At the OCB Figure Competition

At the OCB Figure Competition
Leslie celebrates completion of her first competition!

Leslie's Story in Brief...

46-year-old breast cancer survivor

diagnosed in March 2009

final surgery on June 4, 2010

Professor of Health and Exercise Science at Rowan University

Pastor's wife (of Stuart Spencer, Thompson Memorial Presbyterian Church in New Hope, PA)

Mother of Sam (age 12) and Miles (age 7)

Trained all through chemotherapy and radiation

Completed her first body building competition EVER on August 28, 2010!!

Sunday, July 18, 2010

Feeling Fear and Not Giving Up

Eight weeks prior to the competition, I participated in my first posing class.  The two-hour class, led by Joe Franco and his assistant, Lisa, was terrific.  Joe and Lisa provided the right balance of encouragement and constructive criticism.  The five other women in the class were friendly.  I learned A LOT about posing and how much I needed to practice to be ready for the figure show.

The class marked a turning point for me, though, in terms of the reality of what I had committed to do.  Up until that point, the competition seemed far away and sort of vague in my mind.  Participating in the class, however, made it much more concrete and imminent, and I understood for the first time how much of a novice I am at this whole venture.  The good news is that I didn't feel completely over my head.  I may have been the least proficient member of the class, but I kept up.  Still, it was intimidating.  Posing is a lot like ballet.  The experts make it look effortless, masking the years of practice it takes to gain mastery of the skill.  It isn't beyond my ability to pose well, but it will take months of daily practice, in addition to the rest of my training, to become even moderately good at it.

So I started feeling some fear and anxiety about the show.  What if I make a mistake on stage?  Fall off my shoes?  What if my body isn't developed enough?  Suppose the judges give me really low scores?  How will I feel if I come in dead last in both divisions in which I'm competing?

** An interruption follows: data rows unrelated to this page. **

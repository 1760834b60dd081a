"""The chain against an independent one, and against itself cut in every way."""

from __future__ import annotations

import hashlib
import os
import subprocess
import sys
from dataclasses import replace

import numpy as np
import pytest

from pulsemend.engine import chain as chain_module
from pulsemend.engine.fit import fit
from pulsemend.engine.setup import bind
from pulsemend.model.marks import BadStretch, Marks, MovedPulse
from pulsemend.model.plan import Filter, OtherGap, Pulses
from pulsemend.model.recording import Marker
from pulsemend.model.vocabulary import Fill, Precision, PulseState
from pulsemend.progress import finish
from pulsemend.signal.gaps import window_to_samples
from pulsemend.units import v_to_uv
from support.engine_cases import (
    NO_PULSES,
    STEP_V,
    UNTOUCHED,
    ArrayRecording,
    coloured,
    make_chain,
    plan,
    read_epoch,
    with_pulses,
)
from support.whole_array import chain as whole_array_chain

RATE_HZ = 5000
N_SAMPLES = 60_000
ONSETS = [7003, 15_001, 20_480, 31_999, 32_105, 44_444, 52_001]
SPANS = [window_to_samples(onset, (-0.002, 0.014), RATE_HZ) for onset in ONSETS]
FILLS = [Fill.LINE, Fill.CUBIC, Fill.MONOTONE, Fill.AUTOREGRESSIVE, Fill.COVARIANCE]


@pytest.fixture(scope="module")
def recording() -> ArrayRecording:
    return with_pulses(coloured(6, N_SAMPLES, RATE_HZ, seed=11), RATE_HZ, ONSETS)


@pytest.mark.parametrize("line_hz", [0.0, 50.0])
@pytest.mark.parametrize("precision", list(Precision))
def test_equals_whole_array_reference(
    recording: ArrayRecording, precision: Precision, line_hz: float
) -> None:
    """Own bound of the design: single precision within 1e-3 uV of a float64 reference."""
    chain = make_chain(recording, plan(precision=precision, line_hz=line_hz))
    setup = chain.setup
    for anchor in (5000, 25_001, 32_102, 40_003, 33_334):
        reference = whole_array_chain(
            recording.stored * STEP_V, SPANS, setup.antialias, setup.band, 5, phase=anchor
        )
        epoch = read_epoch(chain, anchor, -0.3, 1000)
        first = anchor // 5 - 300
        error_uv = v_to_uv(np.abs(epoch.data - reference[:, first : first + 1000]).max())
        # On the grid, double precision is exact; between two output samples the delay filter's error remains.
        bound_uv = 1e-3 if precision is Precision.SINGLE or anchor % 5 else 1e-9
        assert error_uv < bound_uv, (anchor, error_uv)
        assert v_to_uv(reference[:, first : first + 1000].std()) > 1.0


def test_equals_reference_at_both_ends(recording: ArrayRecording) -> None:
    chain = make_chain(recording, plan(precision=Precision.DOUBLE))
    setup = chain.setup
    reference = whole_array_chain(recording.stored * STEP_V, SPANS, setup.antialias, setup.band, 5, phase=0)
    whole = chain.stretch(0, 0, N_SAMPLES // 5)
    assert whole.shape == reference.shape
    assert v_to_uv(np.abs(whole - reference).max()) < 1e-9


@pytest.mark.parametrize("fill", FILLS)
def test_any_cut_gives_the_same_bits(recording: ArrayRecording, fill: Fill) -> None:
    """Whole, single samples, primes, random cuts and a cut on a pulse: equal to the last bit."""
    the_plan = plan(pulses=Pulses(window_ms=(-2.0, 14.0), fill=fill))
    whole = make_chain(recording, the_plan).stretch(0, 0, N_SAMPLES // 5)
    rng = np.random.default_rng(3)
    cuts = [*range(3990, 4010), 4096 + 1, 6401, 6421, *rng.integers(0, N_SAMPLES // 5, 20).tolist()]
    edges = sorted({0, N_SAMPLES // 5, *cuts, *range(0, N_SAMPLES // 5, 1999)})
    chain = make_chain(recording, the_plan)
    order = rng.permutation(len(edges) - 1)
    pieces = {int(i): chain.stretch(0, edges[i], edges[i + 1]) for i in order}
    joined = np.concatenate([pieces[i] for i in range(len(edges) - 1)], axis=1)
    np.testing.assert_array_equal(joined, whole)


@pytest.mark.parametrize("block", [64, 997 * 5, 1_000_000])
def test_block_size_changes_rounding_only(
    recording: ArrayRecording, monkeypatch: pytest.MonkeyPatch, block: int
) -> None:
    """The stated tolerance for other block sizes: 1e-9 uV in double precision."""
    the_plan = plan(precision=Precision.DOUBLE, pulses=Pulses(window_ms=(-2.0, 14.0), fill=Fill.CUBIC))
    usual = make_chain(recording, the_plan).stretch(0, 0, N_SAMPLES // 5)
    monkeypatch.setattr(chain_module, "BLOCK_SAMPLES", block)
    other = make_chain(recording, the_plan).stretch(0, 0, N_SAMPLES // 5)
    assert v_to_uv(np.abs(other - usual).max()) < 1e-9


def test_preview_equals_export(recording: ArrayRecording) -> None:
    """Random stretches, also within a filter length of gaps and ends, out of order."""
    the_plan = plan(pulses=Pulses(window_ms=(-2.0, 14.0), fill=Fill.COVARIANCE))
    export, preview = make_chain(recording, the_plan), make_chain(recording, the_plan)
    rng = np.random.default_rng(5)
    anchors = [0, 5, 6999 // 5 * 5, 15_000, 32_100, N_SAMPLES - 500, *(5 * rng.integers(0, 11_900, 30))]
    for anchor in sorted(anchors):
        written = read_epoch(export, float(anchor), 0.0, 100).data
        first = int(anchor) // 5
        lo = max(0, first - int(rng.integers(0, 700)))
        shown = preview.stretch(0, lo, min(N_SAMPLES // 5, first + 300))
        np.testing.assert_array_equal(shown[:, first - lo : first - lo + 100], written)


@pytest.mark.parametrize("rate_hz", [5000, 4800, 2048])
def test_anchor_is_time_zero_to_ten_microseconds(rate_hz: int) -> None:
    """A tone's phase at time zero equals that at its anchor, for anchors between two output samples.

    Design 3: within 2 pi f x 10 microseconds from 1 Hz to 0.4 of the output rate.
    """
    n = 12 * rate_hz
    out_hz = {5000: 1000.0, 4800: 1000.0, 2048: 512.0}[rate_hz]
    tones_hz = np.array([1.0, 37.0, 0.1 * out_hz, 0.25 * out_hz, 0.4 * out_hz])
    t = np.arange(n) / rate_hz
    stored = np.round(1e6 * np.cos(2 * np.pi * tones_hz[:, None] * t))
    recording = ArrayRecording(stored, rate_hz)
    the_plan = plan(pulses=NO_PULSES, filter=Filter(0.0, 0.0, out_hz), reference="as recorded")
    chain = make_chain(recording, the_plan)
    assert chain.setup.work == np.float32
    for anchor in (
        4 * rate_hz + 1,
        4 * rate_hz + 777,
        5 * rate_hz + 3333,
        5 * rate_hz + 2,
        4.5 * rate_hz + 0.37,
    ):
        n_times = round(out_hz)
        data = read_epoch(chain, float(anchor), 0.0, n_times).data.astype(np.float64)
        time_s = np.arange(n_times) / out_hz
        wanted = 2 * np.pi * tones_hz * anchor / rate_hz
        measured = np.angle(np.sum(data * np.exp(-2j * np.pi * tones_hz[:, None] * time_s), axis=1))
        error = np.angle(np.exp(1j * (measured - wanted)))
        assert np.all(np.abs(error) < 2 * np.pi * tones_hz * 10e-6), (anchor, error)


def test_segments_never_see_each_other() -> None:
    stored = coloured(3, 40_000, RATE_HZ, seed=2)
    joined = ArrayRecording(stored, RATE_HZ, boundaries=(15_000,))
    changed = stored.copy()
    changed[:, 15_000:] += 30_000.0
    other = ArrayRecording(changed, RATE_HZ, boundaries=(15_000,))
    the_plan = plan(pulses=NO_PULSES, precision=Precision.DOUBLE)
    first = make_chain(joined, the_plan).stretch(0, 0, 3000)
    np.testing.assert_array_equal(make_chain(other, the_plan).stretch(0, 0, 3000), first)
    assert make_chain(joined, the_plan).output_span(1) == (3000, 8000)
    alone = make_chain(ArrayRecording(stored[:, :15_000], RATE_HZ), the_plan).stretch(0, 0, 3000)
    assert v_to_uv(np.abs(alone - first).max()) < 1e-9


def test_recording_shorter_than_the_filter() -> None:
    stored = coloured(3, 1500, RATE_HZ, seed=4)
    chain = make_chain(ArrayRecording(stored, RATE_HZ), plan(pulses=NO_PULSES, precision=Precision.DOUBLE))
    reference = whole_array_chain(stored * STEP_V, [], chain.setup.antialias, chain.setup.band, 5, phase=0)
    assert v_to_uv(np.abs(chain.stretch(0, 0, 300) - reference).max()) < 1e-6


@pytest.mark.parametrize("precision", list(Precision))
def test_nothing_to_do_returns_the_recording(precision: Precision) -> None:
    stored = coloured(4, 9000, RATE_HZ, seed=6)
    chain = make_chain(
        ArrayRecording(stored, RATE_HZ),
        plan(pulses=NO_PULSES, filter=UNTOUCHED, reference="as recorded", precision=precision),
    )
    volts = stored * STEP_V
    epoch = read_epoch(chain, 3000.4, -0.1, 5000)
    expected = volts[:, 2500:7500]
    np.testing.assert_array_equal(
        epoch.data, expected if precision is Precision.DOUBLE else expected.astype("f4")
    )
    assert epoch.shift_s == 0.0
    assert epoch.remainder_s == pytest.approx(0.4 / RATE_HZ)
    assert not epoch.replaced.any()


def test_offset_comes_back_without_a_highpass(recording: ArrayRecording) -> None:
    chain = make_chain(recording, plan(filter=Filter(0.0, 100.0, 1000.0), reference="as recorded"))
    data = read_epoch(chain, 25_000, 0.0, 1000).data
    means_uv = v_to_uv(data.astype(np.float64).mean(axis=1))
    expected_uv = v_to_uv(recording.stored[:, 25_000:30_000].mean(axis=1) * STEP_V)
    np.testing.assert_allclose(means_uv, expected_uv, atol=1.0)
    assert np.ptp(expected_uv) > 1000.0


def test_replaced_follows_the_gap_of_each_channel(recording: ArrayRecording) -> None:
    """Design 4.4: marked if any recorded sample within half an output period was replaced."""
    pulses = Pulses(
        window_ms=(-2.0, 14.0),
        fill=Fill.LINE,
        also=(OtherGap((248.0, 254.0)),),
        channels={"E2": (-2.0, 25.0)},
    )
    chain = make_chain(recording, plan(pulses=pulses))
    onset = 15_001
    for anchor in (float(onset), onset - 2.0, onset + 1.0):
        epoch = read_epoch(chain, anchor, -0.1, 500)
        recorded = np.zeros((6, N_SAMPLES), dtype=bool)
        for channel in range(6):
            for window in ((-0.002, 0.025 if channel == 1 else 0.014), (0.248, 0.254)):
                for at in ONSETS:
                    a, b = window_to_samples(at, window, RATE_HZ)
                    recorded[channel, a:b] = True
        centres = anchor - 500 + 5 * np.arange(500)
        expected = np.stack([recorded[:, int(c) - 2 : int(c) + 3].any(axis=1) for c in centres], axis=1)
        np.testing.assert_array_equal(epoch.replaced, expected)
        assert 0.02 < epoch.replaced.mean() < 0.3


def test_leave_is_nan_where_replaced_and_only_there(recording: ArrayRecording) -> None:
    chain = make_chain(recording, plan(pulses=Pulses(window_ms=(-2.0, 14.0), fill=Fill.LEAVE)))
    epoch = read_epoch(chain, 15_001, -0.1, 500)
    np.testing.assert_array_equal(np.isnan(epoch.data), epoch.replaced)
    assert epoch.replaced.any()


def test_marks_move_add_and_remove_pulses(recording: ArrayRecording) -> None:
    marks = Marks(
        pulses_added=(40_000,),
        pulses_removed=(ONSETS[0] - 3,),
        pulses_moved=(MovedPulse(ONSETS[1] - 3, 15_050),),
        gaps_ms={"E3": (-1.0, 30.0)},
    )
    setup = bind(recording.facts, plan(), marks)
    estimates = finish(fit(recording, setup))
    assert estimates.onsets == (15_050, 20_480, 31_999, 32_105, 40_000, 44_444, 52_001)
    states = [pulse.state for pulse in estimates.pulses]
    assert states.count(PulseState.ALIGNED) == 5
    assert {PulseState.ADDED, PulseState.MOVED} <= set(states)
    assert [group.windows_s for group in setup.groups] == [((-0.002, 0.014),), ((-0.001, 0.03),)]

It took a day or two of thinking through these questions before I could make peace with my fears.  If I fall or otherwise make a mistake on  stage, I will just keep smiling and get back into position.  It would not be the first public mistake I've made on a stage.  (I have a history of singing, acting and public speaking.)  I reminded myself that this is just my first competition; I have more ahead in which to perfect my performance.  I also decided that my rank order in comparison to the other competitors is not as important as my actual score.  If my division includes fellow competitors who are all very well prepared, my score could be respectable for a beginner and still be the lowest in my group.  Beyond that, I remembered that I am doing this for some very important reasons besides my score.  I decided that, when competition day arrives and I walk onto the stage, I will remember that this is my victory walk over cancer, and that I am doing this to encourage and inspire everyone who faces a hardship and perseveres to reach a goal.  Finally, this is an act of worship for me, as I show my thanks to God for giving me such a healthy, beautiful body and for healing me of my cancer.